Seed Crackers
These seed crackers are a perfect snack when on the Maintenance Phase of the HCG diet. Actually, they are totally yummy anytime!
Top with avocado, pesto, or sundried tomatoes and feta.
- Dairy Free
- Gluten Free
- Wheat Free
- Vegetarian
- 1 cup almond meal
- 2 tbspn sesame seeds
- 2 tbspn flaxseed meal
- ¼ tspn Himalayan salt
- 2 tspn dried herbs e.g. oregano, cumin, sumac and coriander seeds
- 1 egg
- 1 tbspn olive oil
- ½ tspn sesame oil
- Olive oil, extra
- ¼ cup parmesan cheese, grated*
* Omit if dairy free
Recipe from “It’s All Good: Your no-stress guide to mega health!”
- Preheat oven to 180C
- Combine dry ingredients in a mixing bowl.
- In a separate bowl, whisk together egg, olive oil and sesame oil. Pour into dry ingredients and mix thoroughly until a stiff dough is formed.
- Place dough between 2 sheets of baking paper and roll to an even thickness of about ½cm.
- Carefully transfer paper and dough onto a baking tray.

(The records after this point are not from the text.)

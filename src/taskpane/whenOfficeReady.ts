/**
 * Which host the pane runs in. taskpane.html loads office.js (from Microsoft's CDN) only when
 * an Office host may be around, and records that hint in `window.__kilnOffice`. Outside Office,
 * `Office.onReady` resolves with `host` null. Inside Office it can take several seconds
 * (office.js, the Excel host script, a language file): with the hint present the pane waits
 * at least `CONNECT_TIMEOUT_MS` and shows "Connecting to Excel…" meanwhile (OFFICE-NOTES.md).
 */

/** How long the pane waits for Office when the host hint is present (at least 20 s). */
export const CONNECT_TIMEOUT_MS = 20_000;

/** What taskpane.html's inline script leaves on `window` about office.js. */
export interface OfficeHint {
  /** An Office host may be around, so office.js was requested. */
  readonly hint: boolean;
  /** The office.js script failed to load (network, blocked CDN). */
  readonly failed?: boolean;
}

/** The answer of `whenOfficeReady`. */
export interface OfficeReady {
  readonly mode: "excel" | "file";
  /** Why the pane runs standalone although a host hint was present (for a note in the pane). */
  readonly why?: string;
  /** After a timeout: resolves true if Office answers late with Excel (the pane may switch). */
  readonly late?: Promise<boolean>;
}

/**
 * Wait for Office.
 *
 * @param options - the hint from the page, the wait with the hint (default `CONNECT_TIMEOUT_MS`)
 *   and without it (default 2500 ms), and `onWaiting`, called once when the long wait starts
 * @returns the mode, why it fell back, and a promise of a late answer
 * @example const { mode } = await whenOfficeReady({ hint: readHint() }); // => "file" in a plain browser tab
 */
export async function whenOfficeReady(options: {
  readonly hint: OfficeHint;
  readonly timeoutMs?: number;
  readonly noHintTimeoutMs?: number;
  readonly onWaiting?: () => void;
}): Promise<OfficeReady> {
  const office = (globalThis as { Office?: typeof Office }).Office;
  if (!office || typeof office.onReady !== "function") {
    if (!options.hint.hint) return { mode: "file" };
    return { mode: "file", why: "office.js could not be loaded from Microsoft's CDN (offline or blocked?)" };
  }
  const waitMs = options.hint.hint ? (options.timeoutMs ?? CONNECT_TIMEOUT_MS) : (options.noHintTimeoutMs ?? 2500);
  if (options.hint.hint) options.onWaiting?.();
  const ready = office
    .onReady()
    .then((info): "excel" | "file" => (info && info.host === office.HostType.Excel ? "excel" : "file"))
    .catch((): "file" => "file");
  let timer: ReturnType<typeof setTimeout> | undefined;
  const timeout = new Promise<"timeout">((resolve) => (timer = setTimeout(() => resolve("timeout"), waitMs)));
  const first = await Promise.race([ready, timeout]);
  clearTimeout(timer);
  if (first !== "timeout") return { mode: first };
  return {
    mode: "file",
    why: `Excel did not answer within ${Math.round(waitMs / 1000)} s`,
    late: ready.then((mode) => mode === "excel"),
  };
}

/** The hint taskpane.html left on `window` (none when the page was opened some other way). */
export function readOfficeHint(): OfficeHint {
  const w = globalThis as { __kilnOffice?: OfficeHint };
  return { hint: w.__kilnOffice?.hint === true, failed: w.__kilnOffice?.failed === true };
}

Remove top layer of baking paper.
- Score the flattened dough into small squares or fingers. Brush with extra olive oil. Sprinkle with extra Himalayan salt. Sprinkle with Parmesan cheese.
- Bake for around 12 minutes or until golden. Cool on a wire rack, then snap and store.
Comment
Lynn
October 31, 2012 at 11:28 pmThese seed crackers make a perfect base for a healthy pizza or quiche. Rather than placing in baking tray, press the dough into a thin layer in your pie tin (or whatever you are making). Pop in the oven for just 10 minutes, then add your topping.